В эту минуту слияния с тишиной, обострения всех чувств до почти звериной чуткости оборвалась связь со всем тем, что они оставили в траншеях, за уже аккуратно восстановленным безмолвными саперами минным полем. Теперь каждый словно слился с остальными, составляя единый организм. Их связывала одна задача и одна опасность. Потому и мысли были общие, и рефлексы одинаковые, и понимали они друг друга с первого взгляда.
Без команды они начали расползаться в стороны, без команды определили дистанцию и ту единственно правильную позицию, с которой удобнее всего прикрыть товарищей огнем. Окопчиков не отрывали. Телом нащупали старые воронки, оплывшие, мелкие, или просто выемки на почве и, осторожно поерзав, вдавились в землю. Тихонько подрезая ножами стебли, проделали узкие проходы в бурьяне. Через эти проходы-амбразурки наблюдали за скатами занятых противником высот, но лощины не видели. Они слушали ее.
От монотонного, размеренного и раньше незамечаемого треска зазвенело в ушах и казалось, что из-за этих чертовых усатиков не услышишь, как поползет противник. Иногда над лощиной проносились ночные птицы, в траве и бурьяне что-то шевелилось, попискивало и постукивало. Однако все перекрывалось стрекотанием кузнечиков.
Потом звон стал стихать, не сразу, вдруг, а волнами, прорывами. В невидимой звучащей стене образовались как бы провалы. Это было так необычно, что Сутоцкий и Шарафутдинов переглянулись и одновременно поняли: противник начал выдвижение. Легкий шорох, передаваясь от стебля к стеблю, пугал кузнечиков, и они замолкали. Стало ясно, почему они раньше не слышали кузнечиков: когда они выдвигались, кузнечики тоже затаивались, а когда разведчики затаились, примолкли, они вновь затрещали.
Как проползли немецкие саперы, разведчики не услышали. Только некурящий Гафур уловил, как прокатилась вначале терпкая и горькая волна — ползущие обрушили пыльцу и ее подхватил неслышный ветерок, — а потом донесся едва уловимый запах хорошо смазанной кожи, пота и машинного масла.

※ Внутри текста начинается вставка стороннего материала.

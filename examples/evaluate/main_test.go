package main

import (
	"bytes"
	"encoding/json"
	"strings"
	"testing"
)

// runOK runs the command and fails the test unless it exits 0.
func runOK(t *testing.T, args ...string) string {
	t.Helper()
	var out, errOut bytes.Buffer
	if code := run(args, &out, &errOut); code != exitOK {
		t.Fatalf("run(%q) = %d, stderr %q", args, code, errOut.String())
	}
	return out.String()
}

// small is a quick run: the open data at 2 origins a series and one
// synthetic series per family and frequency.
var small = []string{"-open", "../../testdata/open", "-reps", "1", "-origins", "2"}

func TestReport(t *testing.T) {
	a := runOK(t, append(small, "-workers", "1")...)
	for _, want := range []string{
		"Band coverage, open data", "Band coverage, synthetic data", "Band coverage, all data",
		"Band coverage of auto by lead time", "Mean MASE of the H-step forecasts",
		"auto against seasonal-naive and the best single method", "Realised service of a 95 % safety stock",
		"Methods auto chose", "macrodata.realgdp", "level-shift",
	} {
		if !strings.Contains(a, want) {
			t.Errorf("report lacks %q", want)
		}
	}
	// The open data: 17 series, 2 origins each = 34 origins, of
	// 3*2*12 + 14*2*8 = 296 held-out values.
	if !strings.Contains(a, "open           17        3         14       34              296") {
		t.Errorf("report's open data line is wrong:\n%s", a[:min(len(a), 800)])
	}
	if b := runOK(t, append(small, "-workers", "2")...); a != b {
		t.Error("the report depends on the number of workers")
	}
}

func TestJSON(t *testing.T) {
	out := runOK(t, append(small, "-json")...)
	var doc map[string]json.RawMessage
	if err := json.Unmarshal([]byte(out), &doc); err != nil {
		t.Fatalf("not JSON: %v", err)
	}
	for _, k := range []string{"settings", "cases", "slices", "groups", "accuracy", "failures"} {
		if _, ok := doc[k]; !ok {
			t.Errorf("JSON lacks %q", k)
		}
	}
	var cases []json.RawMessage
	if err := json.Unmarshal(doc["cases"], &cases); err != nil || len(cases) != 17+14 {
		t.Errorf("%d cases (%v), want 17 open + 7 families x 2 frequencies", len(cases), err)
	}
}

func TestBadFlags(t *testing.T) {
	tests := [][]string{
		{"-reps", "-1"},
		{"-origins", "0"},
		{"-step", "-2"},
		{"-workers", "-1"},
		{"-open", "", "-reps", "0"},
		{"extra"},
		{"-nosuchflag"},
	}
	for _, args := range tests {
		var out, errOut bytes.Buffer
		if code := run(args, &out, &errOut); code != exitUsage {
			t.Errorf("run(%q) = %d, want %d", args, code, exitUsage)
		}
	}
	var out, errOut bytes.Buffer
	if code := run([]string{"-open", "no/such/dir", "-reps", "0"}, &out, &errOut); code != exitFail ||
		!strings.Contains(errOut.String(), "gen_open.py") {
		t.Errorf("missing data: exit %d, stderr %q; want %d and a hint", code, errOut.String(), exitFail)
	}
}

Часам к трем ночи по скату высоты проплыли неясные колеблющиеся тени, донесся приглушенный, смутный шум и легкий скрежет металла. Звенящая стена быстро растаяла, стало очень тихо. Страшно тихо. Тишина все явственнее наполнялась шорохом, шарканьем, потрескиванием и, наконец, сдерживаемым дыханием: противник начал выдвижение.
Бурьян скрывал это выдвижение, и потому к разведчикам опять было вернулось чувство обреченности на неуспех. Противник мерещился со всех сторон, но появился он неожиданно. На лежавших правее, ближе к оси неприятельского выдвижения, Сутоцкого и Шарафутдинова вышли не менее десятка солдат.